(Given information begins)

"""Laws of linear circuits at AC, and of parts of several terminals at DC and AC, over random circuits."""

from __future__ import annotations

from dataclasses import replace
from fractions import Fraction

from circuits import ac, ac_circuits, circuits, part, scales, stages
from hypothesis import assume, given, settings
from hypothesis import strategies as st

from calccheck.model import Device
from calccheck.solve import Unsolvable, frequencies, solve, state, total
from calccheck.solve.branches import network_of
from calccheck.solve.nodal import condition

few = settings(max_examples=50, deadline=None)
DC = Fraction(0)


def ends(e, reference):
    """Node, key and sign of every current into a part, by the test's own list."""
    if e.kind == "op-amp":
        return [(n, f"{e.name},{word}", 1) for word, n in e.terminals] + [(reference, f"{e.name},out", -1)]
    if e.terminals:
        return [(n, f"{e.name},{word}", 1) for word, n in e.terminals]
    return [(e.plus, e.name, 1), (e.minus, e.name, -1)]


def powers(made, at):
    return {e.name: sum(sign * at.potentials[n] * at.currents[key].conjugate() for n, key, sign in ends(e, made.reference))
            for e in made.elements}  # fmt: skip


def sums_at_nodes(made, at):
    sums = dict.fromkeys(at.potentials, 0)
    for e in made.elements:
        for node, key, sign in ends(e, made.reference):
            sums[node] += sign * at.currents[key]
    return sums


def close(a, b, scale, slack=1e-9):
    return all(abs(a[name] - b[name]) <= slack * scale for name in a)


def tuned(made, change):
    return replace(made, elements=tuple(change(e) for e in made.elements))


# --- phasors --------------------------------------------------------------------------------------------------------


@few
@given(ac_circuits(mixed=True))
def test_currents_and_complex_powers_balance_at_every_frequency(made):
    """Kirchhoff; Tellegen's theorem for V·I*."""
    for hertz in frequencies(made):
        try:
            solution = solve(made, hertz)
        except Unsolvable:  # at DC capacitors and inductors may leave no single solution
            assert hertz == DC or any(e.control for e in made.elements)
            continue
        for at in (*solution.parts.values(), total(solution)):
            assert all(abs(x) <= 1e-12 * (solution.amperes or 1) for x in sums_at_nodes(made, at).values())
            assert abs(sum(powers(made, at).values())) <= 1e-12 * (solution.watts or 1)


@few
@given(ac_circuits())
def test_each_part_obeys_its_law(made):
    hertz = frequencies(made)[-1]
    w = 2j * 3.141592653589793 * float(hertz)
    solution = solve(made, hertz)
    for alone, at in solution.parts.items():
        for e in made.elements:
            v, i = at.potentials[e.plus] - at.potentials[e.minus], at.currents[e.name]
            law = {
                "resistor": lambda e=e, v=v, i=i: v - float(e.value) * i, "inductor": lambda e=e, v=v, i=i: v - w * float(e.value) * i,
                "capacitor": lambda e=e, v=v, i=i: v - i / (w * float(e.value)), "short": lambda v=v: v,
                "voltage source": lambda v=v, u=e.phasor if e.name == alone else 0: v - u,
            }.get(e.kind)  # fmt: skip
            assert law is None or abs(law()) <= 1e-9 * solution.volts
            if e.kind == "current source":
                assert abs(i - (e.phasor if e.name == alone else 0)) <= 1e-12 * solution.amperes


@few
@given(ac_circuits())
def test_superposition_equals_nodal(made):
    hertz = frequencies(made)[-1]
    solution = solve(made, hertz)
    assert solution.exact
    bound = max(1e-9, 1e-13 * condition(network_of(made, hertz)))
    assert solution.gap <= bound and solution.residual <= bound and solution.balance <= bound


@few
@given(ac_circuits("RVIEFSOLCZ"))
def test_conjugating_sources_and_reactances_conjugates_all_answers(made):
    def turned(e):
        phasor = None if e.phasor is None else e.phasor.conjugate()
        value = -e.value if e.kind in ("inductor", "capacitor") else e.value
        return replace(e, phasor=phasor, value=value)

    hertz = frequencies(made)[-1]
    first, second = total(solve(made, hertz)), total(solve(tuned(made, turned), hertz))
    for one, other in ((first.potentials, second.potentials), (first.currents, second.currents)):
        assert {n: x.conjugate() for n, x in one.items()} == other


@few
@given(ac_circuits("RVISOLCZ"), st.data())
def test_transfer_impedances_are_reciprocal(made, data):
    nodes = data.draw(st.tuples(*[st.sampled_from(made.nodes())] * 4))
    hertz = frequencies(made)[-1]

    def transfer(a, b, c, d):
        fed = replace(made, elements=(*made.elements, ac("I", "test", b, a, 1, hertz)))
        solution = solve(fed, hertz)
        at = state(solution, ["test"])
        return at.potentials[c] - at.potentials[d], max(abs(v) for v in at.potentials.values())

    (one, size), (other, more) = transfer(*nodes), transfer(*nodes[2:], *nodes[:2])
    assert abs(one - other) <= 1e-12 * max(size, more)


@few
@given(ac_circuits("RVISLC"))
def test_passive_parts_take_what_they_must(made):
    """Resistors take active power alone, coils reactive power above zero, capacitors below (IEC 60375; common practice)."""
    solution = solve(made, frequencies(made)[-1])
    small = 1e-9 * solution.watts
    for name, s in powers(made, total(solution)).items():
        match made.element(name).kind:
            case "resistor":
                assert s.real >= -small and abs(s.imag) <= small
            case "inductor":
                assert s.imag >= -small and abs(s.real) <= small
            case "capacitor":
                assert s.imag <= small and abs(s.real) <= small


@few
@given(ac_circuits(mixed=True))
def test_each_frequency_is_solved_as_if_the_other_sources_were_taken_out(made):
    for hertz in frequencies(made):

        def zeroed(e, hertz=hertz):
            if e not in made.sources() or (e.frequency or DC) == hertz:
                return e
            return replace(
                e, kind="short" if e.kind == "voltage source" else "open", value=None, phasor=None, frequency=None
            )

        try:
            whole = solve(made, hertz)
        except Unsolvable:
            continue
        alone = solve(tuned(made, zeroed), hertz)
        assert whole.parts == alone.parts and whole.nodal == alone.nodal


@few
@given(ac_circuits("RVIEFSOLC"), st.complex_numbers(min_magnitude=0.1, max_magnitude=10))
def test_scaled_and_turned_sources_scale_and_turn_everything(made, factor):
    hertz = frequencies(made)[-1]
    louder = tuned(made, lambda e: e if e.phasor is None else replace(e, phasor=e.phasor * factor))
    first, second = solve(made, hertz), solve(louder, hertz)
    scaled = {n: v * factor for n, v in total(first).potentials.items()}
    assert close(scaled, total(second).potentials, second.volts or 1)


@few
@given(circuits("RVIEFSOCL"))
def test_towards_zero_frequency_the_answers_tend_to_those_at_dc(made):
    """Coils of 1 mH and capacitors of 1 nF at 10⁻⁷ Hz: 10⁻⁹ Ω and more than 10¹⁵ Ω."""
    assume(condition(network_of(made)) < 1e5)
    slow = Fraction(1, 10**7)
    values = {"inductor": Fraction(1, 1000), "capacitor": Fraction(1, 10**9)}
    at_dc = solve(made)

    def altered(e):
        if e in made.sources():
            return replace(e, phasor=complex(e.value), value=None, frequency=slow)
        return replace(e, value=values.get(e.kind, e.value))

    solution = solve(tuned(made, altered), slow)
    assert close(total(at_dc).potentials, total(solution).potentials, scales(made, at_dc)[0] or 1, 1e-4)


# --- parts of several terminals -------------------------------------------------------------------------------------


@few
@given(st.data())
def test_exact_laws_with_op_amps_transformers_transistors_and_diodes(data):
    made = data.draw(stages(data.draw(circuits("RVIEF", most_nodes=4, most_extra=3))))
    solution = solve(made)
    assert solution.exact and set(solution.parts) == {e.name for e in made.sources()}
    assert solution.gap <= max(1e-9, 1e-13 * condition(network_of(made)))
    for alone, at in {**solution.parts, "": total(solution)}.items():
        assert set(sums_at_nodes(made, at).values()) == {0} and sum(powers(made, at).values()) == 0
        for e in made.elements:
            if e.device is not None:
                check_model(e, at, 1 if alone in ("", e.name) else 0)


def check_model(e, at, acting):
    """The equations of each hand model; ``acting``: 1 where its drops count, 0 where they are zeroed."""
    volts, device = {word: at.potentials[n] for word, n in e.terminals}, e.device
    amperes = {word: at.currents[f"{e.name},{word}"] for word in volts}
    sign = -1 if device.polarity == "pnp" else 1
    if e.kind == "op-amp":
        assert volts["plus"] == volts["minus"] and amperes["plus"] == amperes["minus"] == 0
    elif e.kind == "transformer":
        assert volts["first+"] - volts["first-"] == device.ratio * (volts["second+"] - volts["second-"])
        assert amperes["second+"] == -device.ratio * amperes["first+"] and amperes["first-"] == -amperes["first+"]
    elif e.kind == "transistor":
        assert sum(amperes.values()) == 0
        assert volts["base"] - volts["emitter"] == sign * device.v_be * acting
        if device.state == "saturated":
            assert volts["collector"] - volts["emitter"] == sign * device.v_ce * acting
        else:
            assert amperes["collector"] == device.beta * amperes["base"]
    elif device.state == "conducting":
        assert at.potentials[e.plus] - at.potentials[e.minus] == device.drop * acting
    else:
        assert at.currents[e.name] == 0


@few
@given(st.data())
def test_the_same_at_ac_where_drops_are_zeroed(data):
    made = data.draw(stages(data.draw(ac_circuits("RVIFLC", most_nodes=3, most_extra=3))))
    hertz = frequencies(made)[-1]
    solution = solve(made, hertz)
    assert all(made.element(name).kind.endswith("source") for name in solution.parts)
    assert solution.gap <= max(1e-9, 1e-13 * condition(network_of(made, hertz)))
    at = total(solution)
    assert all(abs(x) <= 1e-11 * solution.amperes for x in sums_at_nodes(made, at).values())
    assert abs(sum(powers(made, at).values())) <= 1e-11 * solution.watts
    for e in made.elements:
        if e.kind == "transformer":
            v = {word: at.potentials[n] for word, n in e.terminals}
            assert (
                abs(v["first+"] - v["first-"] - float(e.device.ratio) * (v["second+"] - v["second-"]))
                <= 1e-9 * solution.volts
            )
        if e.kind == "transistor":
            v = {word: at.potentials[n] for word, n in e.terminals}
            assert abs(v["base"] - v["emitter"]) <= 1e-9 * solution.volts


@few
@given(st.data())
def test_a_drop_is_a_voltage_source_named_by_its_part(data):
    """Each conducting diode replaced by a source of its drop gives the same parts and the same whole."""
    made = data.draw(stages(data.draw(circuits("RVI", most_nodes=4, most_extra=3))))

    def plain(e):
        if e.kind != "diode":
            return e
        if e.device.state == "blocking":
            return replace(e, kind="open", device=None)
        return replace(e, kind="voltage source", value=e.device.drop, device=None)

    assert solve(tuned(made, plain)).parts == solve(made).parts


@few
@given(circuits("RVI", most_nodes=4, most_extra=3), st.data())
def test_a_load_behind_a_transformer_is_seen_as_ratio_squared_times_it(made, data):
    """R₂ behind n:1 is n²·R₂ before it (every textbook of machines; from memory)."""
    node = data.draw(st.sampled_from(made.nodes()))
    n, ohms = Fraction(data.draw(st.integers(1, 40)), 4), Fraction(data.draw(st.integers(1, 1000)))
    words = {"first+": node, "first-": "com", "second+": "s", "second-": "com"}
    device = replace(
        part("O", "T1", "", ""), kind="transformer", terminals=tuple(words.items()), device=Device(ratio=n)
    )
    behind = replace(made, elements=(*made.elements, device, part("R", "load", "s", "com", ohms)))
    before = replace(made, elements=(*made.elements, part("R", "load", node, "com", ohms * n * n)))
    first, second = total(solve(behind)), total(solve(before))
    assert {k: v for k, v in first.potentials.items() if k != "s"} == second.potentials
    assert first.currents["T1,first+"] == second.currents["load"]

(Given information ends)

== Work required ==
Of the entries above, repeat exactly the lines from the line with "Tellegen's theorem for" through the line with "assert all(abs(x) <= 1e-12", both of them included.

== Exercise response ==
    """Kirchhoff; Tellegen's theorem for V·I*."""
    for hertz in frequencies(made):
        try:
            solution = solve(made, hertz)
        except Unsolvable:  # at DC capacitors and inductors may leave no single solution
            assert hertz == DC or any(e.control for e in made.elements)
            continue
        for at in (*solution.parts.values(), total(solution)):
            assert all(abs(x) <= 1e-12 * (solution.amperes or 1) for x in sums_at_nodes(made, at).values())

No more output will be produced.